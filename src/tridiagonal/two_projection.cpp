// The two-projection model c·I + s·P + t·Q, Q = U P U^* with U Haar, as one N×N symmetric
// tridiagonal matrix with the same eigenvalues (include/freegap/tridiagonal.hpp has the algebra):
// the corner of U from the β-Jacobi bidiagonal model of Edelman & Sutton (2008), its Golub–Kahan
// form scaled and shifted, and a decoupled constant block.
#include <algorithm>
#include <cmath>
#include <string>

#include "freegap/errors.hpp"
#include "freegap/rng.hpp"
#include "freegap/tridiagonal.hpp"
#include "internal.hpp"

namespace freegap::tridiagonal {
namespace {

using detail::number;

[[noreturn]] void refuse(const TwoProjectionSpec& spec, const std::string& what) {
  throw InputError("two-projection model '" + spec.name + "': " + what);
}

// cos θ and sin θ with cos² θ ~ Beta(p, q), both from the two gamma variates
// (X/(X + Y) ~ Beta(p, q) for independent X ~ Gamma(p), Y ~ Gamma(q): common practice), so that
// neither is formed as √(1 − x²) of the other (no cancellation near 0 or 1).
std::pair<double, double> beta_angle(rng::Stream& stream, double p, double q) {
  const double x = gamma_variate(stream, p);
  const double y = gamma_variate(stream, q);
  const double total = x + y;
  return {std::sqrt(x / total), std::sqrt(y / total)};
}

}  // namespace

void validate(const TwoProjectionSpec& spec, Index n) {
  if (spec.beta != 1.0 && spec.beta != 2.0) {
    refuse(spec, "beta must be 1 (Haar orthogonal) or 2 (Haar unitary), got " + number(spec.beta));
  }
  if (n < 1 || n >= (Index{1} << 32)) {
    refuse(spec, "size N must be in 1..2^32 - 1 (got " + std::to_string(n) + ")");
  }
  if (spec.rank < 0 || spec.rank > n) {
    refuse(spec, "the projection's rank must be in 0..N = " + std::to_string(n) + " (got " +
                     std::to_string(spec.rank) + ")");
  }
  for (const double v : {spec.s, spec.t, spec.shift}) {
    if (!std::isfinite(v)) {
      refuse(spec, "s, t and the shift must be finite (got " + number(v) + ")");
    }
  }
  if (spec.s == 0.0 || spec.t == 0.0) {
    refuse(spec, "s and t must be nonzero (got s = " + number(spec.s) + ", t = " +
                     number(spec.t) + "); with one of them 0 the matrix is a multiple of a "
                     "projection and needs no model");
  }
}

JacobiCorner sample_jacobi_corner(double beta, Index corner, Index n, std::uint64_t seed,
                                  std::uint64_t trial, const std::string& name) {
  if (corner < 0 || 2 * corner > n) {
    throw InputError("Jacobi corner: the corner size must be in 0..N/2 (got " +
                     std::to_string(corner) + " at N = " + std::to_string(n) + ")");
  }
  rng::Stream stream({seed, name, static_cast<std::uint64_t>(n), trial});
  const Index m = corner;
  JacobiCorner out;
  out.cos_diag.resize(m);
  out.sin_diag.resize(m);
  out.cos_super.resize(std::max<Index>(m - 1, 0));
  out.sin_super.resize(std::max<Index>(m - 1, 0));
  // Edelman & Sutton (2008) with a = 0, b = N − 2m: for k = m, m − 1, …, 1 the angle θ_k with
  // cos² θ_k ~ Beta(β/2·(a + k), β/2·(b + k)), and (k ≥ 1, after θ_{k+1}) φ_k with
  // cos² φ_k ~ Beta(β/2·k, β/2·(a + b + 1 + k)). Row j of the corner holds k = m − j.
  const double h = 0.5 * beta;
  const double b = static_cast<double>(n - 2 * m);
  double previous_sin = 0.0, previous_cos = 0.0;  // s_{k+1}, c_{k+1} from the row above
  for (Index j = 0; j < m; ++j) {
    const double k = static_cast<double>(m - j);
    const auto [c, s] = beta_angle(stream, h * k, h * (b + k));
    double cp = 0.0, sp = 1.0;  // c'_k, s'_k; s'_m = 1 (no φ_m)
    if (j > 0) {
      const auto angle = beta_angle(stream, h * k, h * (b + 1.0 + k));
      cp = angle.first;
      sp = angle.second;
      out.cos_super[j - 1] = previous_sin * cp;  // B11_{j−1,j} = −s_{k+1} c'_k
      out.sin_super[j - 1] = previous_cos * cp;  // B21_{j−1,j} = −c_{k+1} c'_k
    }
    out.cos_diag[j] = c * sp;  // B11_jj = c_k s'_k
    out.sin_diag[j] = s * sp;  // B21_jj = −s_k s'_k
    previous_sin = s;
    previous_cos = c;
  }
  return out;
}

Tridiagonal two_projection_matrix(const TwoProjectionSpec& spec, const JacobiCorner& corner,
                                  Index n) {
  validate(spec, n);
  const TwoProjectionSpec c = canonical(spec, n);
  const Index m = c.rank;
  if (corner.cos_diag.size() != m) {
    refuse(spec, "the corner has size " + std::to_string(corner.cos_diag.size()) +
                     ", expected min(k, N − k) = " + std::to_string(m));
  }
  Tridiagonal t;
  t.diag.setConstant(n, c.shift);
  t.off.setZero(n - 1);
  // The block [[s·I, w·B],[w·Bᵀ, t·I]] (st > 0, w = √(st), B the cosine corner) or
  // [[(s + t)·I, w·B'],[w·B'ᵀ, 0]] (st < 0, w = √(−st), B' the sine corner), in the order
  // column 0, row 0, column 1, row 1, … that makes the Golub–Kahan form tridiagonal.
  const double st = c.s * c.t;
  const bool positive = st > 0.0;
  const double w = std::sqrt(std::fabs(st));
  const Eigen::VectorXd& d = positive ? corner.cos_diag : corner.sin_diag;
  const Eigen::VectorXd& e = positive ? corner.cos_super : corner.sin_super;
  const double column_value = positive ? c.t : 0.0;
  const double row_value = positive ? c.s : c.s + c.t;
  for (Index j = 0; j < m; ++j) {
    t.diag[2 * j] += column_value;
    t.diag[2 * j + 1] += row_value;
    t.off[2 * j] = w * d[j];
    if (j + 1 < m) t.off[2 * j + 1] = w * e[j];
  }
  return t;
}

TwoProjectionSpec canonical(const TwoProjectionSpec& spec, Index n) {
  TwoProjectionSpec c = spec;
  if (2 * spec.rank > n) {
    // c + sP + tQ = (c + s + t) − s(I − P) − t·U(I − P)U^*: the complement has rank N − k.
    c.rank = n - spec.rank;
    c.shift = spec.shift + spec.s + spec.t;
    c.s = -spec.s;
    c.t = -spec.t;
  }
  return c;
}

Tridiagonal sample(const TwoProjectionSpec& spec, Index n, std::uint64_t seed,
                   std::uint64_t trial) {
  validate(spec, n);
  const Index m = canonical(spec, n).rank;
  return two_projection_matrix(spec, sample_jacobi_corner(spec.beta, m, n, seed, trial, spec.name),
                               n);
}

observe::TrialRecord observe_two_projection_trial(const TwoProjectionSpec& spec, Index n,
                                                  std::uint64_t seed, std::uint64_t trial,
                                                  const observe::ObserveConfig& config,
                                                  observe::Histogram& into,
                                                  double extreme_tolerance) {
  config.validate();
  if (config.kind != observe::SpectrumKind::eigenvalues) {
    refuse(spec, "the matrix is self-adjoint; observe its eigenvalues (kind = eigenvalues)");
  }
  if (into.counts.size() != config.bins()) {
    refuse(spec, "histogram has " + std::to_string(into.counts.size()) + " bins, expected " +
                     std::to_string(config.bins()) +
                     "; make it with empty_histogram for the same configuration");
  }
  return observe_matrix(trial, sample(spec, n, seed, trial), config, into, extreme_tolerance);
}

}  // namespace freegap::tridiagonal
####
What you need to do:
Your task is to output all of the data above word for word.

Problem solution:
filename src/tridiagonal/two_projection.cpp
// The two-projection model c·I + s·P + t·Q, Q = U P U^* with U Haar, as one N×N symmetric
// tridiagonal matrix with the same eigenvalues (include/freegap/tridiagonal.hpp has the algebra):
// the corner of U from the β-Jacobi bidiagonal model of Edelman & Sutton (2008), its Golub–Kahan
// form scaled and shifted, and a decoupled constant block.
#include <algorithm>
#include <cmath>
#include <string>

#include "freegap/errors.hpp"
#include "freegap/rng.hpp"
#include "freegap/tridiagonal.hpp"
#include "internal.hpp"

namespace freegap::tridiagonal {
namespace {

using detail::number;

[[noreturn]] void refuse(const TwoProjectionSpec& spec, const std::string& what) {
  throw InputError("two-projection model '" + spec.name + "': " + what);
}

// cos θ and sin θ with cos² θ ~ Beta(p, q), both from the two gamma variates
// (X/(X + Y) ~ Beta(p, q) for independent X ~ Gamma(p), Y ~ Gamma(q): common practice), so that
// neither is formed as √(1 − x²) of the other (no cancellation near 0 or 1).
std::pair<double, double> beta_angle(rng::Stream& stream, double p, double q) {
  const double x = gamma_variate(stream, p);
  const double y = gamma_variate(stream, q);
  const double total = x + y;
  return {std::sqrt(x / total), std::sqrt(y / total)};
}

}  // namespace

void validate(const TwoProjectionSpec& spec, Index n) {
  if (spec.beta != 1.0 && spec.beta != 2.0) {
    refuse(spec, "beta must be 1 (Haar orthogonal) or 2 (Haar unitary), got " + number(spec.beta));
  }
  if (n < 1 || n >= (Index{1} << 32)) {
    refuse(spec, "size N must be in 1..2^32 - 1 (got " + std::to_string(n) + ")");
  }
  if (spec.rank < 0 || spec.rank > n) {
    refuse(spec, "the projection's rank must be in 0..N = " + std::to_string(n) + " (got " +
                     std::to_string(spec.rank) + ")");
  }
  for (const double v : {spec.s, spec.t, spec.shift}) {
    if (!std::isfinite(v)) {
      refuse(spec, "s, t and the shift must be finite (got " + number(v) + ")");
    }
  }
  if (spec.s == 0.0 || spec.t == 0.0) {
    refuse(spec, "s and t must be nonzero (got s = " + number(spec.s) + ", t = " +
                     number(spec.t) + "); with one of them 0 the matrix is a multiple of a "
                     "projection and needs no model");
  }
}

JacobiCorner sample_jacobi_corner(double beta, Index corner, Index n, std::uint64_t seed,
                                  std::uint64_t trial, const std::string& name) {
  if (corner < 0 || 2 * corner > n) {
    throw InputError("Jacobi corner: the corner size must be in 0..N/2 (got " +
                     std::to_string(corner) + " at N = " + std::to_string(n) + ")");
  }
  rng::Stream stream({seed, name, static_cast<std::uint64_t>(n), trial});
  const Index m = corner;
  JacobiCorner out;
  out.cos_diag.resize(m);
  out.sin_diag.resize(m);
  out.cos_super.resize(std::max<Index>(m - 1, 0));
  out.sin_super.resize(std::max<Index>(m - 1, 0));
  // Edelman & Sutton (2008) with a = 0, b = N − 2m: for k = m, m − 1, …, 1 the angle θ_k with
  // cos² θ_k ~ Beta(β/2·(a + k), β/2·(b + k)), and (k ≥ 1, after θ_{k+1}) φ_k with
  // cos² φ_k ~ Beta(β/2·k, β/2·(a + b + 1 + k)). Row j of the corner holds k = m − j.
  const double h = 0.5 * beta;
  const double b = static_cast<double>(n - 2 * m);
  double previous_sin = 0.0, previous_cos = 0.0;  // s_{k+1}, c_{k+1} from the row above
  for (Index j = 0; j < m; ++j) {
    const double k = static_cast<double>(m - j);
    const auto [c, s] = beta_angle(stream, h * k, h * (b + k));
    double cp = 0.0, sp = 1.0;  // c'_k, s'_k; s'_m = 1 (no φ_m)
    if (j > 0) {
      const auto angle = beta_angle(stream, h * k, h * (b + 1.0 + k));
      cp = angle.first;
      sp = angle.second;
      out.cos_super[j - 1] = previous_sin * cp;  // B11_{j−1,j} = −s_{k+1} c'_k
      out.sin_super[j - 1] = previous_cos * cp;  // B21_{j−1,j} = −c_{k+1} c'_k
    }
    out.cos_diag[j] = c * sp;  // B11_jj = c_k s'_k
    out.sin_diag[j] = s * sp;  // B21_jj = −s_k s'_k
    previous_sin = s;
    previous_cos = c;
  }
  return out;
}

Tridiagonal two_projection_matrix(const TwoProjectionSpec& spec, const JacobiCorner& corner,
                                  Index n) {
  validate(spec, n);
  const TwoProjectionSpec c = canonical(spec, n);
  const Index m = c.rank;
  if (corner.cos_diag.size() != m) {
    refuse(spec, "the corner has size " + std::to_string(corner.cos_diag.size()) +
                     ", expected min(k, N − k) = " + std::to_string(m));
  }
  Tridiagonal t;
  t.diag.setConstant(n, c.shift);
  t.off.setZero(n - 1);
  // The block [[s·I, w·B],[w·Bᵀ, t·I]] (st > 0, w = √(st), B the cosine corner) or
  // [[(s + t)·I, w·B'],[w·B'ᵀ, 0]] (st < 0, w = √(−st), B' the sine corner), in the order
  // column 0, row 0, column 1, row 1, … that makes the Golub–Kahan form tridiagonal.
  const double st = c.s * c.t;
  const bool positive = st > 0.0;
  const double w = std::sqrt(std::fabs(st));
  const Eigen::VectorXd& d = positive ? corner.cos_diag : corner.sin_diag;
  const Eigen::VectorXd& e = positive ? corner.cos_super : corner.sin_super;
  const double column_value = positive ? c.t : 0.0;
  const double row_value = positive ? c.s : c.s + c.t;
  for (Index j = 0; j < m; ++j) {
    t.diag[2 * j] += column_value;
    t.diag[2 * j + 1] += row_value;
    t.off[2 * j] = w * d[j];
    if (j + 1 < m) t.off[2 * j + 1] = w * e[j];
  }
  return t;
}

TwoProjectionSpec canonical(const TwoProjectionSpec& spec, Index n) {
  TwoProjectionSpec c = spec;
  if (2 * spec.rank > n) {
    // c + sP + tQ = (c + s + t) − s(I − P) − t·U(I − P)U^*: the complement has rank N − k.
    c.rank = n - spec.rank;
    c.shift = spec.shift + spec.s + spec.t;
    c.s = -spec.s;
    c.t = -spec.t;
  }
  return c;
}

Tridiagonal sample(const TwoProjectionSpec& spec, Index n, std::uint64_t seed,
                   std::uint64_t trial) {
  validate(spec, n);
  const Index m = canonical(spec, n).rank;
  return two_projection_matrix(spec, sample_jacobi_corner(spec.beta, m, n, seed, trial, spec.name),
                               n);
}

observe::TrialRecord observe_two_projection_trial(const TwoProjectionSpec& spec, Index n,
                                                  std::uint64_t seed, std::uint64_t trial,
                                                  const observe::ObserveConfig& config,
                                                  observe::Histogram& into,
                                                  double extreme_tolerance) {
  config.validate();
  if (config.kind != observe::SpectrumKind::eigenvalues) {
    refuse(spec, "the matrix is self-adjoint; observe its eigenvalues (kind = eigenvalues)");
  }
  if (into.counts.size() != config.bins()) {
    refuse(spec, "histogram has " + std::to_string(into.counts.size()) + " bins, expected " +
                     std::to_string(config.bins()) +
                     "; make it with empty_histogram for the same configuration");
  }
  return observe_matrix(trial, sample(spec, n, seed, trial), config, into, extreme_tolerance);
}

}  // namespace freegap::tridiagonal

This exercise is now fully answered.